ELECTROCHEMICALLY INDUCED TRANSFORMATIONS OF MONOLAYERS FORMED BY SELF-ASSEMBLY OF MERCAPTOETHANOL AT GOLD

The structural stability of monolayers formed by the self-assembly of mercaptoethanol (HOCH2CH2SH) at annealed, mica-supported gold (ME/Au) has been characterized using electrochemical, infrared spectroscopic, and X-ray photoelectron spectroscopic techniques. The study was motivated by the observation that the one-electron reductive desorption of long-chain n-alkanethiolates by linear sweep voltammetry generally exhibits a single well-defined wave,1 while that of ME/Au produces two waves. The relative magnitudes of the waves for ME/Au are dependent on the extent of exposure to the laboratory ambient. Electrochemical oxidation of ME/Au shows that three oxidative processes occur sequentially. In the first process, ME/Au is catalytically oxidized by a four-electron process to a sulfidoacetic acid monolayer (adsorbed mercaptoacetic acid, MAA/Au). In the second process, the electrogenerated MAA/Au undergoes C-S bond cleavage, which gives rise to the second reductive desorption wave. In this case, as the extent of oxidation increases, a third desorption wave is also produced as a result of gradual formation of adsorbed polysulfur species. In the third oxidative process, the remaining sulfur monolayer is oxidatively desorbed from the surface.
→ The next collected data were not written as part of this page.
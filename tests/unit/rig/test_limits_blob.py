"""The rig as the board gets it: integers that mean what the rig says and stay inside 30 bits."""

from __future__ import annotations

import math
import struct
import zlib
from typing import Any

import pytest
from hypothesis import given
from hypothesis import strategies as st

from lodeboard.limits import CHANNELS, FIELDS
from lodeboard.thermal import Coil as BoardCoil
from lodestroke.errors import RigError
from lodestroke.rig import Rig, limits_blob, limits_values
from lodestroke.rig.limits_blob import _line, _plausible
from lodestroke.rig.models_sensors import CurrentSensor, PressureSensor

SMALL = 1 << 30


def changed(rig: Rig, section: str, **values: Any) -> Rig:
    return rig.model_copy(update={section: getattr(rig, section).model_copy(update=values)})


def with_coil(rig: Rig, **values: Any) -> Rig:
    return rig.model_copy(update={"coils": [rig.coils[0].model_copy(update=values)]})


def test_blob_is_the_fields_in_order_with_their_crc(bench: Rig) -> None:
    blob, crc = limits_blob(bench)
    values = limits_values(bench)
    assert struct.unpack(f"<{len(FIELDS)}i", blob) == tuple(values[name] for name in FIELDS)
    assert crc == zlib.crc32(blob)      # IEEE 802.3, as zlib computes it
    assert set(values) == set(FIELDS)


def test_absent_channel_stands_at_its_stated_value(bench: Rig) -> None:
    values = limits_values(changed(bench, "inlet", head=250.0))
    assert (values["inlet_present"], values["inlet_offset"]) == (0, 250)
    assert (values["supply_present"], values["supply_offset"]) == (0, 30000)


sensors = st.builds(
    lambda full, lo, hi, low, span: PressureSensor(
        counts_full=full, counts_low=int(lo * full), counts_high=int(hi * full),
        low=low, high=low + span),
    st.sampled_from([1023, 4095, 16383, 65535]), st.floats(0.0, 0.3), st.floats(0.6, 1.0),
    st.floats(-50000.0, 20000.0), st.floats(500.0, 200000.0))


@given(sensors, st.floats(0.0, 1.0))
def test_counts_convert_within_a_pascal_and_a_count(sensor: PressureSensor, share: float) -> None:
    line = _line(sensor, "chamber")
    counts = round(share * sensor.counts_full)
    assert sensor.counts_full * line["gain"] < SMALL
    board_pa = ((counts * line["gain"]) >> line["shift"]) + line["offset"]
    slope = (sensor.high - sensor.low) / (sensor.counts_high - sensor.counts_low)
    true_pa = sensor.low + (counts - sensor.counts_low) * slope
    assert abs(board_pa - true_pa) <= 1.0 + 0.6 * slope + 1e-4 * (sensor.high - sensor.low)


def test_shipped_sensors_convert_within_one_unit_everywhere(bench: Rig) -> None:
    for name in ("chamber", "outlet", "coil_a"):
        sensor = getattr(bench.sensors, name)
        line, scale = _line(sensor, name), 1000.0 if name == "coil_a" else 1.0
        slope = scale * (sensor.high - sensor.low) / (sensor.counts_high - sensor.counts_low)
        for counts in range(sensor.counts_full + 1):
            board = ((counts * line["gain"]) >> line["shift"]) + line["offset"]
            assert abs(board - (scale * sensor.low + (counts - sensor.counts_low) * slope)) <= 1.0


def test_rails_are_implausible_unless_zero_is_measured_there(bench: Rig) -> None:
    both = CurrentSensor(low=-4.0, high=4.0, counts_low=0, counts_high=4095, counts_full=4095)
    shunt = CurrentSensor(low=0.0, high=4.0, counts_low=0, counts_high=4000, counts_full=4095)
    assert _plausible(bench, both, "coil_a")["low_counts"] == 1
    assert _plausible(bench, both, "coil_a")["high_counts"] == 4094
    assert _plausible(bench, shunt, "coil_a")["low_counts"] == 0


def test_stuck_watch_needs_noise_or_is_asked_for(bench: Rig) -> None:
    still = bench.sensors.chamber.model_copy(update={"noise": 0.1})
    asked = still.model_copy(update={"stuck": 2.0})
    assert _plausible(bench, bench.sensors.chamber, "chamber")["stuck_ticks"] == 200
    assert _plausible(bench, still, "chamber")["stuck_ticks"] == 0
    assert _plausible(bench, asked, "chamber")["stuck_ticks"] == 2000


def test_pressure_limits_round_towards_safety(bench: Rig) -> None:
    limits = bench.limits
    rig = changed(bench, "limits",
                  chamber_high=limits.chamber_high.model_copy(update={"hard": 4000.9}),
                  chamber_low=limits.chamber_low.model_copy(update={"hard": -3000.9}))
    values = limits_values(rig)
    assert values["chamber_high_hard_pa"] == 4000
    assert values["chamber_low_hard_pa"] == -3000


def test_every_product_of_the_tick_fits_a_small_integer(bench: Rig) -> None:
    v = limits_values(bench)
    for name in CHANNELS:
        sensor = getattr(bench.sensors, name)
        if sensor is not None:
            assert sensor.counts_full * v[f"{name}_gain"] < SMALL
    span_ma = v["target_max_ma"] + 4000
    assert span_ma * (v["kp_q8"] + v["ki_q8"] + v["feed_q8"]) < SMALL
    mean_sq = v["over_current_ma"] ** 2 >> 10
    assert mean_sq * v["r20_mohm"] * 2 < SMALL
    assert v["r20_mohm"] * v["alpha_ppm"] < SMALL


def test_time_limits_are_ticks_of_the_rig(bench: Rig) -> None:
    values = limits_values(changed(bench, "board", tick=0.002))
    assert values["tick_us"] == 2000
    assert values["tail_ticks"] == 125
    assert values["coil_open_ticks"] == 25
    assert values["ramp_ma"] == 120
    assert values["fold_min_q8"] == 128


def test_deadman_is_needed_on_metal_unless_said_otherwise(bench: Rig) -> None:
    metal = changed(bench, "board", kind="rp2040")
    assert limits_values(bench)["deadman_needed"] == 0
    assert limits_values(metal)["deadman_needed"] == 1
    assert limits_values(changed(metal, "limits", deadman=False))["deadman_needed"] == 0


# heat.two_node.constant_current.a: 0.62 A through 5.25 ohm at 20 degC, alpha20 = 0.00393 per K,
# 3.5 and 14 K/W, 6 and 38 J/K, 23 degC; two-node balance solved by modes at 50 digits, by matrix
# exponential and by an ODE solver, which agree. Seconds: winding degC.
HEATING = {10: 25.7399191547, 100: 33.0890976543, 1000: 55.7520333014}


def test_board_estimate_follows_the_two_node_solution_and_reads_rather_warm(bench: Rig) -> None:
    rig = with_coil(bench, resistance=5.25, winding_to_body=3.5, body_to_air=14.0,
                    winding_heat=6.0, body_heat=38.0)
    rig = changed(rig, "ambient", temperature=23.0)
    values = limits_values(rig)

    class Store:
        get = staticmethod(values.__getitem__)

    coil = BoardCoil()
    coil.load(Store)
    for second in range(1, 1001):
        for _ in range(1000):
            coil.step(620)
        if second in HEATING:
            rise, true_rise = coil.winding_mc / 1000 - 23.0, HEATING[second] - 23.0
            assert 0.98 * true_rise <= rise <= 1.08 * true_rise + 0.2


def test_regulator_settles_on_its_target_in_the_coil_equation(bench: Rig) -> None:
    """Exact discrete R-L circuit, i' = a i + (1 - a) u V / R (textbook solution of L di/dt)."""
    from lodeboard.regulator import Regulator

    values = limits_values(bench)

    class Store:
        get = staticmethod(values.__getitem__)

    regulator = Regulator()
    regulator.load(Store)
    for ohm in (8.15, 8.0 * 1.33 + 0.15):           # at 20 degC, and at about 105 degC
        regulator.reset()
        decay = math.exp(-0.001 * ohm / 0.005)
        current, peak = 0.0, 0.0
        for _ in range(60):
            duty = regulator.step(2000, round(1000 * current)) / 32768
            current = decay * current + (1 - decay) * duty * 30.0 / ohm
            peak = max(peak, current)
        assert current == pytest.approx(2.0, abs=0.01)
        assert peak < 2.0 * 1.05


@pytest.mark.parametrize(("values", "words"), [
    ({"winding_heat": 1e5, "winding_to_body": 900.0}, "too long for the board's estimate"),
    ({"winding_heat": 0.001, "winding_to_body": 0.01}, "too short for the board's estimate"),
    ({"resistance": 900.0}, "does not fit the board's integers"),
])
def test_coil_beyond_the_boards_integers_is_refused(
    bench: Rig, values: dict[str, float], words: str
) -> None:
    with pytest.raises(RigError) as caught:
        limits_values(with_coil(bench, **values))
    assert words in caught.value.what
    assert caught.value.bound
    assert caught.value.try_


def test_sensor_scale_beyond_the_boards_integers_is_refused(bench: Rig) -> None:
    coarse = bench.sensors.chamber.model_copy(
        update={"counts_low": 0, "counts_high": 1, "low": -1e6, "high": 1e6})
    with pytest.raises(RigError, match="scale does not fit"):
        limits_values(changed(bench, "sensors", chamber=coarse))
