"""Rigs that cannot work are refused with the numbers, just beyond the bound and not before it."""

from __future__ import annotations

import math
from collections.abc import Callable
from pathlib import Path

import pytest

from lodestroke.errors import RigError
from lodestroke.margin.field import greatest_push_pa
from lodestroke.rig import Rig, load_rig
from lodestroke.rig.checks_work import push_bound_pa

Edit = Callable[..., Path]
MU0 = 4e-7 * math.pi


def refusal(path: Path) -> RigError:
    with pytest.raises(RigError) as caught:
        load_rig(path)
    return caught.value


def test_push_bound_is_above_every_push_of_the_bench_and_meets_saturation(bench: Rig) -> None:
    bound = push_bound_pa(bench.coils, bench.slug, bench.limits.current)
    assert greatest_push_pa(bench) < bound < 1.1 * greatest_push_pa(bench)
    # far above saturation p_m -> mu0 Ms (H - Ms ln(6 chi H/Ms)/(3 chi H) ...): Rosensweig 1985; here
    # the limit mu0 Ms H itself is approached from below
    huge = push_bound_pa(bench.coils, bench.slug, 1e6)
    coil = bench.coils[0]
    thick, half = coil.outer_radius - coil.inner_radius, coil.length / 2
    field = 1e6 * coil.turns / (2 * thick) * math.log(
        (coil.outer_radius + math.hypot(coil.outer_radius, half))
        / (coil.inner_radius + math.hypot(coil.inner_radius, half)))
    assert huge == pytest.approx(MU0 * bench.slug.saturation_magnetisation * field, rel=1e-4)


def test_push_bound_is_the_linear_liquid_s_in_weak_fields(bench: Rig) -> None:
    # p_m = mu0 chi H²/2 for a linear liquid (Rosensweig 1985)
    weak, twice = (push_bound_pa(bench.coils, bench.slug, i) for i in (1e-3, 2e-3))
    assert twice == pytest.approx(4 * weak, rel=1e-4)


def test_coil_that_cannot_open_the_outlet_is_refused_with_both_pressures(edit: Edit) -> None:
    error = refusal(edit(("turns = 1500", "turns = 15")))
    assert error.what == "the coil cannot open the outlet valve"
    assert "push of 790 Pa" in error.bound      # 5 cmH2O = 490.3 Pa (SP 811) + 300 Pa of cracking
    assert load_rig(edit(("turns = 1500", "turns = 600"))).coils[0].turns == 600


@pytest.mark.parametrize(("side", "old"), [("inlet", "60 cmH2O"), ("outlet", "35 cmH2O")])
def test_valve_that_collapses_before_the_other_opens_is_refused(
    edit: Edit, side: str, old: str
) -> None:
    # holds 490.33 Pa of head and the other side's 300 Pa of cracking: pressure balance
    error = refusal(edit((f'collapse = "{old}"', 'collapse = "790 Pa"')))
    assert f"the {side} valve collapses before" in error.what
    assert "790 Pa" in error.bound
    assert load_rig(edit((f'collapse = "{old}"', 'collapse = "791 Pa"')))


def test_slug_longer_than_its_channel_is_refused_in_these_words(edit: Edit) -> None:
    error = refusal(edit(("[channel]", '[channel]\nlength = "15 mm"')))
    assert (error.what, error.bound) == (
        "the slug is longer than the channel", "below 15 mm less its travel")
    assert "do not fit into the channel" in refusal(
        edit(("[channel]", '[channel]\nlength = "30 mm"'))).what
    assert load_rig(edit(("[channel]", '[channel]\nlength = "32 mm"'))).channel.length == 0.032


def test_wire_that_melts_before_its_interlock_acts_is_refused(edit: Edit) -> None:
    """From 105 degC on, 64 ticks and 50 ms of ramp at 3 A in 10.67 ohm: 10.95 J of heat.

    Copper melts at 1084.62 degC (ITS-90): a winding of less than 10.95/979.6 = 0.01118 J/K does so.
    """
    ohm = 8 * (1 + 0.00393 * 85)
    least = 9 * ohm * 0.114 / (1084.6 - 105)
    change = 'winding_heat = "8 J/K"'
    thin = ('winding_to_body = "5 K/W"', 'winding_to_body = "900 K/W"')   # the board can integrate it
    error = refusal(edit(thin, (change, f'winding_heat = "{0.999 * least:.7f} J/K"')))
    assert "the wire melts before the interlock acts" in error.text()
    assert "1084.6 degC within 114 ms" in error.text()
    load_rig(edit(thin, (change, f'winding_heat = "{1.001 * least:.7f} J/K"')))


def test_winding_of_more_than_solid_metal_is_refused(edit: Edit) -> None:
    # bench: 37.7 m of copper of 8 ohm fill the 60 mm² window 2.03 times (1/58 ohm mm²/m, IEC 60028);
    # that is warned about; ten times is no coil at all
    error = refusal(edit(('resistance = "8 ohm"', 'resistance = "1.6 ohm"')))
    assert error.what == "no metal winds such a coil"
    assert "above 16.2 ohm" in error.bound
    assert load_rig(edit(('resistance = "8 ohm"', 'resistance = "1.63 ohm"')))


def test_difference_that_two_sensors_cannot_show_is_refused(edit: Edit) -> None:
    narrow = [('low = "-100 cmH2O"', 'low = "-25 cmH2O"'),
              ('hard = "24 cmH2O"', 'hard = "126 cmH2O"')]
    error = refusal(edit(*narrow))
    assert "the sensors do not reach limits.outlet_reverse" in error.text()
    # 100 + 25 = 125 cmH2O together
    assert "12.2583 kPa" in error.text()
    assert load_rig(edit(narrow[0], ('hard = "24 cmH2O"', 'hard = "125 cmH2O"')))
Our results, coupled with earlier literature reports,1a,2 suggest that electrochemical oxidation of thiolates on gold is a multipath process with the favored path dependent on the reaction conditions and the chemical composition of the thiolate. The spontaneous oxidation of ME/Au may proceed via the same path as the electrochemical oxidation (ME/Au to MAA/Au to S/Au), or adsorption of thiolate may activate the C-S bond, leading to direct conversion from ME/Au to S/Au.